Using Loc and isin()
In this section, you’ll select rows from the dataframe with values in a list.
- Use the
loc
attribute and the isin() method - Pass the list of values to the
isin()
method - Rows with these list of values will be selected
Code
The below code demonstrates how to select rows from the dataframe where the No_Of_Units have the value of 5
or 10
.
df.loc[df['No_Of_Units'].isin([5,10])]
Dataframe Will Look Like
product_name | Unit_Price | No_Of_Units | Available_Quantity | Available_Since_Date | |
---|---|---|---|---|---|
0 | Keyboard | 500.000 | 5 | 5 | 11/5/2021 |
1 | Mouse | 200.000 | 5 | 6 | 4/23/2021 |
2 | Monitor | 5000.235 | 10 | 10 | 08/21/2021 |
This is how you can select rows with a list of values.

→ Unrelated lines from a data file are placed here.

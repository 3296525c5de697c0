import type { RestPoint } from '../../engine/circuits/rest-point.ts';
import type { StageLaws } from '../../engine/circuits/stage-currents.ts';
import { DetectorRenderer } from '../../engine/renderer/detector-renderer.ts';

/** What is to be heard: a detector at rest with its laws, the programme as its station sends it, and its gain. */
export interface LiveDetector {
  readonly rest: RestPoint;
  readonly laws: StageLaws;
  /** m·p, the length of the clip. */
  readonly modulation: Float64Array;
  /** Sample value a volt. */
  readonly gain: number;
}

/** Programme that a detector is run through before it is heard, s: the slowest part of a usual set has settled. */
const WARM_SECONDS = 0.25;
/** Length of a change from one detector to another, s. */
const FADE_SECONDS = 0.01;
const BLOCK = 128;

interface Running {
  readonly detector: LiveDetector;
  readonly renderer: DetectorRenderer;
  readonly volts: Float64Array;
}

/**
 * Plays a clip in a loop through one detector at a time, the engine running live. A change is heard at the same instant of
 * the programme: the new detector is first run through the quarter second before it, then the two are faded over 10 ms.
 */
export class LivePlayer {
  private readonly rateHertz: number;
  private readonly frames: number;
  private readonly input = new Float64Array(BLOCK);
  private now: Running;
  private before: Running | null = null;
  /** Frames of the fade still to come. */
  private fading = 0;
  /** Place in the clip of the next frame, frames. */
  private place = 0;
  private paused = false;
  private gain: number;

  constructor(first: LiveDetector, rateHertz: number) {
    this.rateHertz = rateHertz;
    this.frames = first.modulation.length;
    this.gain = first.gain;
    this.now = this.start(first);
  }

  /** Place in the clip, s. */
  get seconds(): number {
    return this.place / this.rateHertz;
  }

  get isPaused(): boolean {
    return this.paused;
  }

  /** Stops or goes on at the same place. */
  pause(paused: boolean): void {
    this.paused = paused;
  }

  /** Another detector from here on. */
  change(detector: LiveDetector): void {
    const next = this.start(detector);
    this.before = this.now;
    this.now = next;
    this.fading = Math.round(FADE_SECONDS * this.rateHertz);
  }

  /** A new gain for what is heard; it is reached over the next block, without a step. */
  setGain(gain: number): void {
    this.now = { ...this.now, detector: { ...this.now.detector, gain } };
  }

  /** Fills `output` with `frames` samples, at most 128. */
  process(output: Float32Array, frames: number): void {
    if (this.paused) {
      output.fill(0, 0, frames);
      return;
    }
    const { now, before, place } = this;
    this.run(now, place, frames);
    if (before) this.run(before, place, frames);
    const whole = Math.round(FADE_SECONDS * this.rateHertz);
    const step = (now.detector.gain - this.gain) / frames;
    for (let n = 0; n < frames; n++) {
      this.gain += step;
      let value = this.gain * (now.volts[n] as number);
      if (before && this.fading > 0) {
        // equal power would swell, since both carry the same programme
        const share = this.fading / whole;
        value += share * (before.detector.gain * (before.volts[n] as number) - value);
        this.fading--;
      }
      output[n] = value;
    }
    if (this.fading <= 0) this.before = null;
    this.place = (place + frames) % this.frames;
  }

  private start(detector: LiveDetector): Running {
    const renderer = new DetectorRenderer(detector.rest, detector.laws, this.rateHertz);
    const running = { detector, renderer, volts: new Float64Array(BLOCK) };
    // the output trails the input: what is fed first is what comes before the place by the warming and the delay
    const warm = Math.round(WARM_SECONDS * this.rateHertz) + renderer.delaySamples;
    for (let done = 0; done < warm; done += BLOCK) {
      const count = Math.min(BLOCK, warm - done);
      this.feed(detector, this.place + renderer.delaySamples - warm + done, count);
      renderer.process(this.input, running.volts, count);
    }
    return running;
  }

  private run({ detector, renderer, volts }: Running, place: number, frames: number): void {
    this.feed(detector, place + renderer.delaySamples, frames);
    renderer.process(this.input, volts, frames);
  }

  /** The programme from a place on, looped. */
  private feed({ modulation }: LiveDetector, from: number, count: number): void {
    const length = this.frames;
    for (let n = 0; n < count; n++) {
      this.input[n] = modulation[(((from + n) % length) + length) % length] as number;
    }
  }
}
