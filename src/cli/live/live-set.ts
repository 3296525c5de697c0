import type { DetectorCircuit } from '../../engine/circuits/circuit.ts';
import { magnitude } from '../../engine/circuits/complex.ts';
import { corners, LinearResponse, REFERENCE_HERTZ } from '../../engine/circuits/response.ts';
import { restPoint } from '../../engine/circuits/rest-point.ts';
import { integratedLoudness } from '../../engine/measure/loudness.ts';
import { formatQuantity, type QuantityKind } from '../../engine/parts/format-quantity.ts';
import { stepPreferred } from '../../engine/parts/preferred-values.ts';
import { renderClipInTurns } from '../../engine/renderer/render-clip.ts';
import { TableStore } from '../../engine/renderer/table-store.ts';
import { circuitOfLayers, type PlainKeys } from '../../list/plain-layers.ts';
import type { LiveDetector } from './live-player.ts';

/** A part that arrows step, where the circuit has it. */
export interface LivePart {
  readonly key: string;
  readonly name: string;
  readonly kind: QuantityKind;
  readonly value: (circuit: DetectorCircuit) => number | null;
}

/** Parts that are stepped, in the order the arrows go through them. */
export const LIVE_PARTS: readonly LivePart[] = [
  { key: 'plate.bypass', name: 'bypass', kind: 'capacitance', value: ({ plate }) => plate.bypassFarads },
  {
    key: 'detector.leak',
    name: 'leak',
    kind: 'resistance',
    value: ({ detector }) => (detector.kind === 'grid leak' ? detector.leakOhms : null),
  },
  {
    key: 'detector.grid capacitor',
    name: 'grid capacitor',
    kind: 'capacitance',
    value: ({ detector }) => (detector.kind === 'grid leak' ? detector.gridCapacitorFarads : null),
  },
  {
    key: 'plate.load.resistance',
    name: 'load',
    kind: 'resistance',
    value: ({ plate }) => (plate.load.kind === 'resistor' ? plate.load.ohms : null),
  },
  { key: 'output.coupling', name: 'coupling', kind: 'capacitance', value: ({ output }) => output.couplingFarads },
];

/** What one variant sounds like and says of itself. */
export interface LiveVariant {
  readonly name: string;
  readonly layers: readonly PlainKeys[];
  readonly circuit: DetectorCircuit;
  readonly detector: LiveDetector;
  readonly highCornerHertz: number | null;
  /** Audio at 400 Hz and 30 % modulation, V rms. */
  readonly audioVolts: number;
  readonly peakVolts: number;
  readonly loudnessLufs: number | null;
}

/** Longest stretch of the clip from which peak and loudness are taken, s. */
const MEASURED_SECONDS = 30;
/** Smallest step from no bypass at all, F. */
const FIRST_FARADS = 10e-12;
const TEST_MODULATION = 0.3;

/** Makes variants ready to be heard: at rest, with their tables, their peak and loudness measured. */
export class LiveSet {
  private readonly tables = new TableStore();
  private readonly rateHertz: number;
  private readonly breathe: () => Promise<void>;

  /** @param breathe  awaited between pieces of work, so that sound goes on meanwhile */
  constructor(rateHertz: number, breathe: () => Promise<void>) {
    this.rateHertz = rateHertz;
    this.breathe = breathe;
  }

  /** Throws InputError as the rest point does. */
  async ready(
    name: string,
    layers: readonly PlainKeys[],
    circuit: DetectorCircuit,
    modulation: Float64Array,
  ): Promise<LiveVariant> {
    const rest = restPoint(circuit);
    const response = new LinearResponse(rest);
    const audio = magnitude(response.at(REFERENCE_HERTZ).output);
    await this.breathe();
    const laws = this.tables.lawsFor(rest, 1);
    await this.breathe();
    const stretch = modulation.subarray(0, MEASURED_SECONDS * this.rateHertz);
    const { volts, peakVolts } = await renderClipInTurns(rest, laws, stretch, this.rateHertz, 'normal', this.breathe);
    return {
      name,
      layers,
      circuit,
      detector: { rest, laws, modulation, gain: 1 },
      highCornerHertz: corners(response).highHertz,
      audioVolts: (audio * TEST_MODULATION) / Math.SQRT2,
      peakVolts,
      loudnessLufs: integratedLoudness([volts], this.rateHertz),
    };
  }

  /** The variant with one part a preferred value further; null where the part ends or is not there. */
  async stepped(from: LiveVariant, part: LivePart, by: 1 | -1): Promise<LiveVariant | null> {
    const value = part.value(from.circuit);
    if (value === null) return null;
    const next = value > 0 ? stepPreferred(value, by, 'E12') : by > 0 ? FIRST_FARADS : 0;
    // below the smallest capacitor that is sold there is none
    const written = part.kind === 'capacitance' && next < FIRST_FARADS ? '0' : formatQuantity(next, part.kind);
    if (written === '0' && part.key !== 'plate.bypass') return null;
    const layers = [...from.layers, { [part.key]: written }];
    const { circuit } = circuitOfLayers(layers);
    const name = from.name.startsWith('bench: ') ? from.name : `bench: ${from.name}`;
    return this.ready(name, layers, circuit, from.detector.modulation);
  }
}

/** Gain of a variant for the true level against the loudest of a set, or for the loudness of the quietest that has room. */
export function liveGain(variant: LiveVariant, set: readonly LiveVariant[], match: 'level' | 'loudness'): number {
  const full = Math.max(...set.map((one) => one.peakVolts), variant.peakVolts, 1e-12) * 10 ** (1 / 20);
  if (match === 'level' || variant.loudnessLufs === null) return 1 / full;
  // loudness that every variant reaches with its own peak at full scale
  const reached = [...set, variant].flatMap((one) =>
    one.loudnessLufs === null || !(one.peakVolts > 0) ? [] : [one.loudnessLufs - 20 * Math.log10(one.peakVolts) - 1],
  );
  return 10 ** ((Math.min(...reached) - variant.loudnessLufs) / 20);
}

/** One line that says what is heard. */
export function statusLine(
  variant: LiveVariant,
  index: number,
  part: LivePart,
  match: 'level' | 'loudness',
  loudest: number,
  seconds: number,
  paused: boolean,
): string {
  const value = part.value(variant.circuit);
  const level = 20 * Math.log10(variant.audioVolts / loudest);
  const corner = variant.highCornerHertz;
  return [
    `${index < 0 ? '*' : index + 1} ${variant.name}`,
    `[${part.name} ${value === null ? 'absent' : formatQuantity(value, part.kind)}]`,
    `corner ${corner === null ? 'above 16 kHz' : formatQuantity(corner, 'frequency', 3)}`,
    `audio ${formatQuantity(variant.audioVolts, 'voltage', 3)} (${level >= 0 ? '+' : ''}${level.toFixed(1)} dB)`,
    match === 'level' ? 'true level' : 'matched loudness',
    `${paused ? 'paused ' : ''}${Math.floor(seconds / 60)}:${String(Math.floor(seconds % 60)).padStart(2, '0')}`,
  ].join('  ');
}
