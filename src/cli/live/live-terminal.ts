/** Keys from a person, and whether there is one. */
export interface LiveTerminal {
  readonly isTerminal: boolean;
  /** Told what was typed, as it is typed. */
  listen(onKeys: (sent: string) => void): void;
  close(): void;
}

/** The terminal this program runs in; keys come one by one, without Enter. */
export function liveTerminal(): LiveTerminal {
  const { stdin } = process;
  return {
    isTerminal: stdin.isTTY === true,
    listen(onKeys) {
      stdin.setRawMode(true);
      stdin.setEncoding('utf8');
      stdin.on('data', (sent) => onKeys(String(sent)));
      stdin.resume();
    },
    close() {
      if (stdin.isTTY) stdin.setRawMode(false);
      stdin.removeAllListeners('data');
      stdin.pause();
    },
  };
}
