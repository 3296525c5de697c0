/** What a key does while listening. */
export type LiveKey =
  | { readonly kind: 'variant'; readonly index: number }
  | { readonly kind: 'part'; readonly by: 1 | -1 }
  | { readonly kind: 'step'; readonly by: 1 | -1 }
  | { readonly kind: 'pause' | 'match' | 'write' | 'quit' };

/** Arrows begin with it. */
const ESCAPE = String.fromCharCode(27);

/** Keys in what a terminal sent at once; what means nothing is left out. */
export function liveKeys(sent: string): LiveKey[] {
  const keys: LiveKey[] = [];
  for (let at = 0; at < sent.length; ) {
    const arrow = sent.charAt(at) === ESCAPE ? /^[[O]([ABCD])/.exec(sent.slice(at + 1)) : null;
    if (arrow) {
      keys.push(ARROWS[arrow[1] as 'A' | 'B' | 'C' | 'D']);
      at += 1 + arrow[0].length;
      continue;
    }
    const key = letterKey(sent.charAt(at));
    if (key) keys.push(key);
    at++;
  }
  return keys;
}

const ARROWS: Readonly<Record<'A' | 'B' | 'C' | 'D', LiveKey>> = {
  A: { kind: 'step', by: 1 },
  B: { kind: 'step', by: -1 },
  C: { kind: 'part', by: 1 },
  D: { kind: 'part', by: -1 },
};

function letterKey(letter: string): LiveKey | null {
  if (/^[1-9]$/.test(letter)) return { kind: 'variant', index: Number(letter) - 1 };
  switch (letter.toLowerCase()) {
    case ' ':
      return { kind: 'pause' };
    case 'l':
      return { kind: 'match' };
    case 'w':
      return { kind: 'write' };
    case 'q':
    case '\u0003':
      return { kind: 'quit' };
    default:
      return null;
  }
}
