interface Choice {
  readonly format: string;
  readonly goals: readonly string[];
  readonly variants: readonly {
    readonly variant: string;
    readonly met: boolean;
    readonly exact: readonly (readonly number[])[];
    readonly nearest: readonly number[];
    readonly best: readonly number[] | null;
    readonly rows: readonly {
      readonly role: string;
      readonly values: readonly number[];
      readonly figures: readonly (number | null)[];
      readonly moved: Readonly<Record<string, number | null>>;
      readonly best: boolean;
    }[];
    readonly parts: readonly Readonly<Record<string, unknown>>[];
    readonly inTheWay: { readonly costs: readonly { readonly part: string; readonly decibels: number }[] } | null;
  }[];
}

async function chosen(...argv: readonly string[]): Promise<Choice & { readonly status: number }> {
  const { status, out, err } = await ran(['choose', ...argv, '--json']);
  expect(err).toBe('');
  return { ...(JSON.parse(out) as Choice), status };
}

/** Figures of the set with other values, from the engine. */
function figuresWith(values: Readonly<Record<string, string>>): CircuitFigures {
  const settings = Object.entries(values).map(([key, value]) => ({ key, value, where: '--set' }));
  return new CircuitFigures(listVariants(PLAIN, 'plain.yaml', settings)[0]!.circuit);
}

beforeAll(() => {
  folder = freshFolder();
  list = saved(folder, 'set.yaml', LIST);
  plain = saved(folder, 'plain.yaml', PLAIN);
  // the set's own response with 470 pF, 20 dB down, as another instrument would write it
  const figures = figuresWith({ 'plate.bypass': '470p' });
  const rows = THIRD_OCTAVE_NOMINAL_HERTZ.map(
    (hertz) => `${hertz};${(figures.decibels(hertz) - 20).toFixed(3).replace('.', ',')}`,
  );
  measured = saved(folder, 'measured.csv', `Frequency (Hz);Level (dB)\r\n${rows.join('\r\n')}\r\n`);
});
afterAll(() => {
  rmSync(folder, { recursive: true });
});

describe('a part chosen by a goal', () => {
  it('one answer for variants that differ in that part alone; exact, neighbours, best and what moves', async () => {
    const { status, format, goals, variants } = await chosen('bypass', list, '--until', '-15 dB at 5 kHz');
    expect(status).toBe(0);
    expect(format).toBe('presolder-choice/1');
    expect(goals).toEqual(['-15 dB at 5 kHz']);
    expect(variants).toHaveLength(1);
    const [answer] = variants;
    expect(answer).toMatchObject({ variant: 'as drawn', met: true, inTheWay: null });
    const roles = answer!.rows.map((row) => row.role);
    expect(roles).toEqual(expect.arrayContaining(['as listed', 'below', 'exact', 'above']));
    const row = (role: string) => answer!.rows.find((one) => one.role === role)!;
    expect(row('exact').figures[0]).toBeCloseTo(-15, 6);
    expect(row('exact').moved.decibelsAt5000Hertz).toBeCloseTo(-15, 6);
    expect(row('as listed').values).toEqual([220e-12]);
    const [below, exact, above] = ['below', 'exact', 'above'].map((role) => row(role).values[0] as number);
    expect(below!).toBeLessThan(exact!);
    expect(exact!).toBeLessThan(above!);
    // neighbours of E12 are a fifth apart, rounded to two digits
    expect(above! / below!).toBeLessThan(1.3);
    expect(answer!.rows.filter((one) => one.best).map((one) => one.values)).toEqual([answer!.best]);
    expect(answer!.parts[0]).toMatchObject({ key: 'plate.bypass', kind: 'capacitance', listed: 220e-12, among: 'E12' });
  });

  it('the value put back into a list gives what was promised', async () => {
    const { variants } = await chosen('grid-capacitor', plain, '--until', 'corner 1.5 kHz', '--between', '20p,500p');
    const farads = variants[0]!.exact[0]![0]!;
    const { out } = await ran(['respond', plain, '--grid-capacitor', String(farads), '--json']);
    const { highCornerHertz } = (JSON.parse(out) as { variants: { highCornerHertz: number }[] }).variants[0]!;
    // half a percent is the promise; both come from one engine
    expect(highCornerHertz / 1500).toBeCloseTo(1, 5);
  });

  it('the best of a drawer, by trying every value in it', async () => {
    const drawer = ['47p', '100p', '150p', '330p', '1n'];
    const { variants } = await chosen('bypass', list, '--until', '-15 dB at 5 kHz', '--drawer', drawer.join(', '));
    const misses = drawer.map((value) => Math.abs(figuresWith({ 'plate.bypass': value }).decibels(5000) + 15));
    const best = drawer[misses.indexOf(Math.min(...misses))]!;
    expect(variants[0]!.best).toEqual([Number(best.replace('p', 'e-12').replace('n', 'e-9'))]);
  });

  it('every other variant has its own answer', async () => {
    const { variants } = await chosen(
      'bypass',
      list,
      '--supply',
      '45,90',
      '--until',
      'carrier on plate 10 mV',
      '--between',
      '50p,5n',
    );
    expect(variants.map((answer) => answer.variant)).toEqual(['as drawn, supply 45', 'as drawn, supply 90']);
    expect(variants[0]!.exact).not.toEqual(variants[1]!.exact);
  });

  it('parts without preferred values have an exact one alone, unless a drawer is given', async () => {
    const plain = await chosen('supply', list, '--until', 'plate 30 V');
    expect(plain.variants[0]).toMatchObject({ met: true, best: null });
    const own = await chosen('supply', list, '--until', 'plate 30 V', '--drawer', '45 V,67.5 V,90 V,135 V');
    expect(own.variants[0]!.best).toEqual([135]);
  });

  it('prints a table that names the best, the range and the exact value', async () => {
    const { status, out } = await ran([
      'choose',
      'bypass',
      list,
      '--until',
      'loudest with corner above 1 kHz',
      '--series',
      'E6',
    ]);
    expect(status).toBe(0);
    expect(out).toMatch(/^as drawn: bypass until loudest with corner above 1 kHz$/m);
    expect(out).toMatch(/best of E6$/m);
    expect(out).toContain('Searched: bypass 1 pF to 1 µF.');
    expect(out).toMatch(/^Exact: bypass [\d.]+ (p|n)F/m);
    expect(out).toMatch(/^Caution: 90 V supply/m);
  });

  it('two parts for two goals', async () => {
    // what 470 pF and 3 MΩ give, so that there is an answer
    const sought = figuresWith({ 'plate.bypass': '470p', 'detector.leak': '3M' });
    const [hertz, percent] = [sought.moved().highCornerHertz!, sought.moved().secondPercent!];
    const goals = `corner ${hertz} Hz; second harmonic ${percent} % at 400 Hz, 80 % modulation`;
    const { status, variants } = await chosen('bypass,leak', list, '--until', goals, '--between', '50p,5n; 500k,10M');
    expect(status).toBe(0);
    const exact = variants[0]!.rows.find((row) => row.role === 'exact')!;
    expect(exact.figures[0]! / hertz).toBeCloseTo(1, 5);
    expect(exact.figures[1]! / percent).toBeCloseTo(1, 5);
    expect(variants[0]!.best).toHaveLength(2);
  });
});

describe('a goal that cannot be met', () => {
  it('status 3, the best that can be had, and the part in the way', async () => {
    const { status, variants } = await chosen('bypass', list, '--until', 'corner 6 kHz', '--between', '50p,5n');
    expect(status).toBe(3);
    expect(variants[0]).toMatchObject({ met: false, exact: [] });
    expect(variants[0]!.inTheWay!.costs[0]).toMatchObject({ part: 'gridCapacitor' });
    const { out } = await ran(['choose', 'bypass', list, '--until', 'corner 6 kHz', '--between', '50p,5n']);
    expect(out).toMatch(/NOT met\. The best that can be had: corner [\d.]+ kHz, with bypass/);
    expect(out).toMatch(/In the way: grid capacitor \(takes [\d.]+ dB at 6 kHz\)/);
  });

  it('a distortion that no load gives: the change of another part that helps most', async () => {
    const goal = ['--until', 'second harmonic 2 %', '--between', '100k,300k', '--drawer', '100k,220k'];
    const { status, out } = await ran(['choose', 'load', list, ...goal]);
    expect(status).toBe(3);
    expect(out).toMatch(/What would help most: (half|twice) the [\w ]+ \(second harmonic [\d.]+ %\)/);
  });
});

describe('a part fitted to a measurement', () => {
  it('finds the value behind it, with its interval and the nearest that can be had', async () => {
    const { status, out, err } = await ran(['choose', 'bypass', list, '--fit', measured, '--json']);
    expect(err).toBe('');
    expect(status).toBe(0);
    const { variants, readings } = JSON.parse(out);
    expect(readings).toBe(29);
    const [{ key, value, low95, high95, below, above }] = variants[0].parts;
    expect(key).toBe('plate.bypass');
    // the table is rounded to a thousandth of a decibel
    expect(value / 470e-12).toBeCloseTo(1, 2);
    expect(low95).toBeLessThan(value);
    expect(high95).toBeGreaterThan(value);
    expect([below, above]).toContain(470e-12);
    expect(variants[0].residualRmsDecibels).toBeLessThan(0.001);
  });

  it('prints value, interval and what is left over', async () => {
    const { out } = await ran(['choose', 'bypass,leak', list, '--fit', measured]);
    expect(out).toMatch(/^bypass +220 pF +4\d\d(\.\d)? pF +[\d.]+ pF to [\d.]+ pF/m);
    expect(out).toMatch(/Left over: 0\.00 dB rms/);
  });
});

describe('a measurement laid over a response', () => {
  it('stands in every file, with its difference', async () => {
    const folderOut = at('over');
    const argv = ['respond', plain, '--bypass', '220p,470p', '--measured', measured, '--out', folderOut];
    const { status, out } = await ran(argv);
    expect(status).toBe(0);
    expect(out).toMatch(/From measured\.csv, rms over 29 readings: bypass 220p [\d.]+ dB, bypass 470p 0\.00 dB\./);
    expect(out).toContain('| Hz | measured | difference, bypass 220p | difference, bypass 470p |');
    const read = (name: string): string => readFileSync(join(folderOut, name), 'utf8');
    const result = JSON.parse(read('result.json'));
    expect(result.measured.points).toHaveLength(29);
    // the file is 20 dB down; what is laid over is re its own 400 Hz
    expect(result.measured.points.find((point: { hertz: number }) => point.hertz === 400).decibels).toBe(0);
    expect(result.variants[1].measured.rmsDifferenceDecibels).toBeLessThan(0.001);
    expect(result.variants[0].measured.rmsDifferenceDecibels).toBeGreaterThan(0.3);
    const [heads, ...rows] = read('response.csv')
      .replace(/^\ufeff/, '')
      .trim()
      .split('\r\n');
    expect(heads).toContain('"difference, measured less response (dB): bypass 220p"');
    expect(heads).toMatch(/,measured \(dB re 400 Hz\): [^,]*measured\.csv$/);
    const last = rows.map((row) => row.split(','));
    for (const cells of last) {
      const [reading, apart] = [Number(cells.at(-1)), Number(cells.at(-2))];
      // the difference column before it belongs to the second variant, which is the one measured
      expect(Number.isFinite(reading)).toBe(true);
      expect(Math.abs(apart)).toBeLessThan(0.002);
    }
    const svg = read('response.svg');
    expect(svg).toMatch(/measured: [^<]*measured\.csv<\/text>/);
    expect(svg.match(/data-measured="1"[^>]*>(.*?)<\/g>/)![1]!.match(/<circle /g)).toHaveLength(29);
  });

  it('volts, and readings that do not reach everywhere, leave cells empty', async () => {
    const volts = saved(folder, 'volts.csv', 'Hz,V\n100,0.01\n1000,0.005\n5000,0.001\n');
    const { status, out } = await ran(['respond', plain, '--bypass', '470p', '--measured', volts, '--json']);
    expect(status).toBe(0);
    const { points } = JSON.parse(out).measured;
    // between 100 Hz and 1 kHz, 0 and −6.02 dB: 0.602 of the decade is 400 Hz
    expect(points[0].decibels).toBeCloseTo(6.0206 * Math.log10(4), 4);
    const { out: text } = await ran(['respond', plain, '--bypass', '470p', '--measured', volts]);
    const section = text.slice(text.indexOf('### Measured'), text.indexOf('### Corners'));
    expect(section).not.toMatch(/^\| (80|6300) \|/m);
    expect(section).toMatch(/^\| 5000 \| -16\.\d \| -?[\d.]+ \|$/m);
    expect(section).toMatch(/^\| rms \| {2}\| [\d.]+ \|$/m);
  });
});
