import { Writable } from 'node:stream';
import { InputError } from '../../engine/errors.ts';
import type { LivePlayer } from './live-player.ts';

/** Takes 16-bit samples, two channels side by side; calls back when it wants more. */
export type SoundSink = (bytes: Uint8Array, done: () => void) => void;

export interface LiveSound {
  stop(): Promise<void>;
}

/** Bytes that may wait for the sink, about 20 ms at 48 kHz: a key is heard soon. */
const WAITING_BYTES = 4096;

/**
 * Plays what the player makes through the web audio package's context, into a sink that sets the pace.
 *
 * @param onFault  told what the player throws: an audio graph itself would only fall silent
 */
export async function openSound(
  player: LivePlayer,
  rateHertz: number,
  sink: SoundSink,
  onFault: (error: unknown) => void,
): Promise<LiveSound> {
  const audio = await import('web-audio-api');
  const stream = new Writable({
    highWaterMark: WAITING_BYTES,
    write: (bytes: Uint8Array, _encoding, done) => sink(bytes, () => done()),
  });
  const context = new audio.AudioContext({ sampleRate: rateHertz, sinkId: stream, numberOfChannels: 2, bitDepth: 16 });
  await context.audioWorklet.addModule((scope) => {
    class Live extends scope.AudioWorkletProcessor {
      process(_inputs: unknown, outputs: Float32Array[][]): boolean {
        const output = outputs[0]?.[0];
        if (!output) return true;
        try {
          player.process(output, output.length);
          outputs[0]?.[1]?.set(output);
        } catch (error) {
          output.fill(0);
          onFault(error);
        }
        return true;
      }
    }
    scope.registerProcessor('presolder-live', Live);
  });
  // the package's types leave the constructor out
  const Node = audio.AudioWorkletNode as unknown as new (
    context: unknown,
    name: string,
    options: { readonly numberOfInputs: number; readonly outputChannelCount: number[] },
  ) => { connect(to: unknown): void; disconnect(): void };
  const node = new Node(context, 'presolder-live', { numberOfInputs: 0, outputChannelCount: [2] });
  node.connect(context.destination);
  await context.resume();
  return {
    async stop() {
      node.disconnect();
      await context.close();
    },
  };
}

/** The computer's own sound output, by an optional native package. Throws InputError where there is none. */
export async function soundOutput(rateHertz: number): Promise<{ sink: SoundSink; close(): void }> {
  const refuse = (got: string, hint: string): InputError =>
    new InputError({
      code: 'no-sound-output',
      where: 'listen',
      got,
      expected: 'a sound output',
      hint: `${hint}; presolder render writes files to play instead`,
    });
  if (process.platform === 'linux') {
    const { existsSync } = await import('node:fs');
    if (!existsSync('/dev/snd') && !process.env.PULSE_SERVER && !existsSync('/run/user')) {
      throw refuse('no sound device on this computer', 'connect one');
    }
  }
  // named in pieces, so that no bundle tries to carry native code
  const name = ['@audio', 'speaker'].join('/');
  let open: (options: object) => ((bytes: Uint8Array, done: () => void) => void) & { close(): void };
  try {
    ({ default: open } = (await import(name)) as { default: typeof open });
  } catch {
    throw refuse(`no ${name} package`, `install it beside presolder (npm install ${name})`);
  }
  try {
    const write = open({ sampleRate: rateHertz, channels: 2, bitDepth: 16 });
    return { sink: (bytes, done) => write(bytes, done), close: () => write.close() };
  } catch (error) {
    throw refuse(
      `a sound output that does not open (${error instanceof Error ? error.message : String(error)})`,
      'check it',
    );
  }
}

Select Rows where column Value Starts with
In this section, you’ll learn how to select rows where a column value starts with a specific String
.
- Use the column name and str.startswith() method to evaluate the value if it starts with a specific string.
- Pass the value for
na=False
. This is to ignore the rows that don’t start with the specific String.
The startswith()
comparison is a case sensitive comparison.
Code
The code below demonstrates how to select rows with the product_name starting with M
.
df[df.product_name.str.startswith('M', na=False)]
Dataframe Will Look Like
product_name | Unit_Price | No_Of_Units | Available_Quantity | Available_Since_Date | |
---|---|---|---|---|---|
1 | Mouse | 200.000 | 5 | 6 | 4/23/2021 |
2 | Monitor | 5000.235 | 10 | 10 | 08/21/2021 |
This is how you can select rows that start with a specific value.
Select Rows Containing String
In this section, you’ll learn how to select rows that contain a specific string.
- Use the column name and str.contains() method to evaluate the value if it contains a specific string.
- Pass the value
na=False
. This is to ignore the rows that don’t contain a specific string.
The contains()
comparison is a case sensitive comparison.
Code
The code below demonstrates how to select rows with the product_name containing U
.
df[df.product_name.str.contains('U', na=False)]
Dataframe Will Look Like
product_name | Unit_Price | No_Of_Units | Available_Quantity | Available_Since_Date | |
---|---|---|---|---|---|
3 | CPU | 10000.55 | 20 | Not Available | 09/18/2021 |
4 | CPU | 10000.55 | 20 | Not Available | 09/18/2021 |
This is how you can select rows that contain a specific string from the pandas dataframe.